[Start of Attachment]
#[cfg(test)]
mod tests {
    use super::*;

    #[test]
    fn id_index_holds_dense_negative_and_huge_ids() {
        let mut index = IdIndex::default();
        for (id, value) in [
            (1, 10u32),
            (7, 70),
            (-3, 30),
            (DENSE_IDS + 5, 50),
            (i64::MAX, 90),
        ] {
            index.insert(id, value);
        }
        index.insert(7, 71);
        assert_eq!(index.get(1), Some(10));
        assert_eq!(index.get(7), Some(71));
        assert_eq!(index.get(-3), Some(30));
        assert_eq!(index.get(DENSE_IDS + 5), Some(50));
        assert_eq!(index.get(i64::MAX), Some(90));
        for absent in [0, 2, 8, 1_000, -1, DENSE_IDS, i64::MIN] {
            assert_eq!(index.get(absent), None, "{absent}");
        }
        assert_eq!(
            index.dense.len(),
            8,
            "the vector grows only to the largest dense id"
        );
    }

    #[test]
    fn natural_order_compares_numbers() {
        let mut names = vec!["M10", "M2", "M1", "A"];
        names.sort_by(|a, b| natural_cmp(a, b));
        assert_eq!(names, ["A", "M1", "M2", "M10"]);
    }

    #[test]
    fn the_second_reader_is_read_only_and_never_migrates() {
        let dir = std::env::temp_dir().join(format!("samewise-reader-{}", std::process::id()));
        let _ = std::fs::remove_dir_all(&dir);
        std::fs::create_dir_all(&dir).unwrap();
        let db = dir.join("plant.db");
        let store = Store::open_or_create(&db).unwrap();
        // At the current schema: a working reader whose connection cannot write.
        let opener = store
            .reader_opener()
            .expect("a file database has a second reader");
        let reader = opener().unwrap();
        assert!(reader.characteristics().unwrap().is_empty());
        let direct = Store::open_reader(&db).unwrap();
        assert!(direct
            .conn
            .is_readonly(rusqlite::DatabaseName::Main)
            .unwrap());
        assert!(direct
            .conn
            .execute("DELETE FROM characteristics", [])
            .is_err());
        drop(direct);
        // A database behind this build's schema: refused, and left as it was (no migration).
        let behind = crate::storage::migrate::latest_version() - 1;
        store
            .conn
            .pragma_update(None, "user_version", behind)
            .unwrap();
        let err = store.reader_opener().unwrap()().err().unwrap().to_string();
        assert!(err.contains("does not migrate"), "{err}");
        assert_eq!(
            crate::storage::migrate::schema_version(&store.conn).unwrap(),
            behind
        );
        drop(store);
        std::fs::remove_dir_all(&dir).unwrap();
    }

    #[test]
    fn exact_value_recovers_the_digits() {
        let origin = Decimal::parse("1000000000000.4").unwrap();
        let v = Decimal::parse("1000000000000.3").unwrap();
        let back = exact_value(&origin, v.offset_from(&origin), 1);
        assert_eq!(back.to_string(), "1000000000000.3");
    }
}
[End of Attachment]
Your goal: Type out the whole of the data again, exactly as shown.

Finished task:
#[cfg(test)]
mod tests {
    use super::*;

    #[test]
    fn id_index_holds_dense_negative_and_huge_ids() {
        let mut index = IdIndex::default();
        for (id, value) in [
            (1, 10u32),
            (7, 70),
            (-3, 30),
            (DENSE_IDS + 5, 50),
            (i64::MAX, 90),
        ] {
            index.insert(id, value);
        }
        index.insert(7, 71);
        assert_eq!(index.get(1), Some(10));
        assert_eq!(index.get(7), Some(71));
        assert_eq!(index.get(-3), Some(30));
        assert_eq!(index.get(DENSE_IDS + 5), Some(50));
        assert_eq!(index.get(i64::MAX), Some(90));
        for absent in [0, 2, 8, 1_000, -1, DENSE_IDS, i64::MIN] {
            assert_eq!(index.get(absent), None, "{absent}");
        }
        assert_eq!(
            index.dense.len(),
            8,
            "the vector grows only to the largest dense id"
        );
    }

    #[test]
    fn natural_order_compares_numbers() {
        let mut names = vec!["M10", "M2", "M1", "A"];
        names.sort_by(|a, b| natural_cmp(a, b));
        assert_eq!(names, ["A", "M1", "M2", "M10"]);
    }

    #[test]
    fn the_second_reader_is_read_only_and_never_migrates() {
        let dir = std::env::temp_dir().join(format!("samewise-reader-{}", std::process::id()));
        let _ = std::fs::remove_dir_all(&dir);
        std::fs::create_dir_all(&dir).unwrap();
        let db = dir.join("plant.db");
        let store = Store::open_or_create(&db).unwrap();
        // At the current schema: a working reader whose connection cannot write.
        let opener = store
            .reader_opener()
            .expect("a file database has a second reader");
        let reader = opener().unwrap();
        assert!(reader.characteristics().unwrap().is_empty());
        let direct = Store::open_reader(&db).unwrap();
        assert!(direct
            .conn
            .is_readonly(rusqlite::DatabaseName::Main)
            .unwrap());
        assert!(direct
            .conn
            .execute("DELETE FROM characteristics", [])
            .is_err());
        drop(direct);
        // A database behind this build's schema: refused, and left as it was (no migration).
        let behind = crate::storage::migrate::latest_version() - 1;
        store
            .conn
            .pragma_update(None, "user_version", behind)
            .unwrap();
        let err = store.reader_opener().unwrap()().err().unwrap().to_string();
        assert!(err.contains("does not migrate"), "{err}");
        assert_eq!(
            crate::storage::migrate::schema_version(&store.conn).unwrap(),
            behind
        );
        drop(store);
        std::fs::remove_dir_all(&dir).unwrap();
    }

    #[test]
    fn exact_value_recovers_the_digits() {
        let origin = Decimal::parse("1000000000000.4").unwrap();
        let v = Decimal::parse("1000000000000.3").unwrap();
        let back = exact_value(&origin, v.offset_from(&origin), 1);
        assert_eq!(back.to_string(), "1000000000000.3");
    }
}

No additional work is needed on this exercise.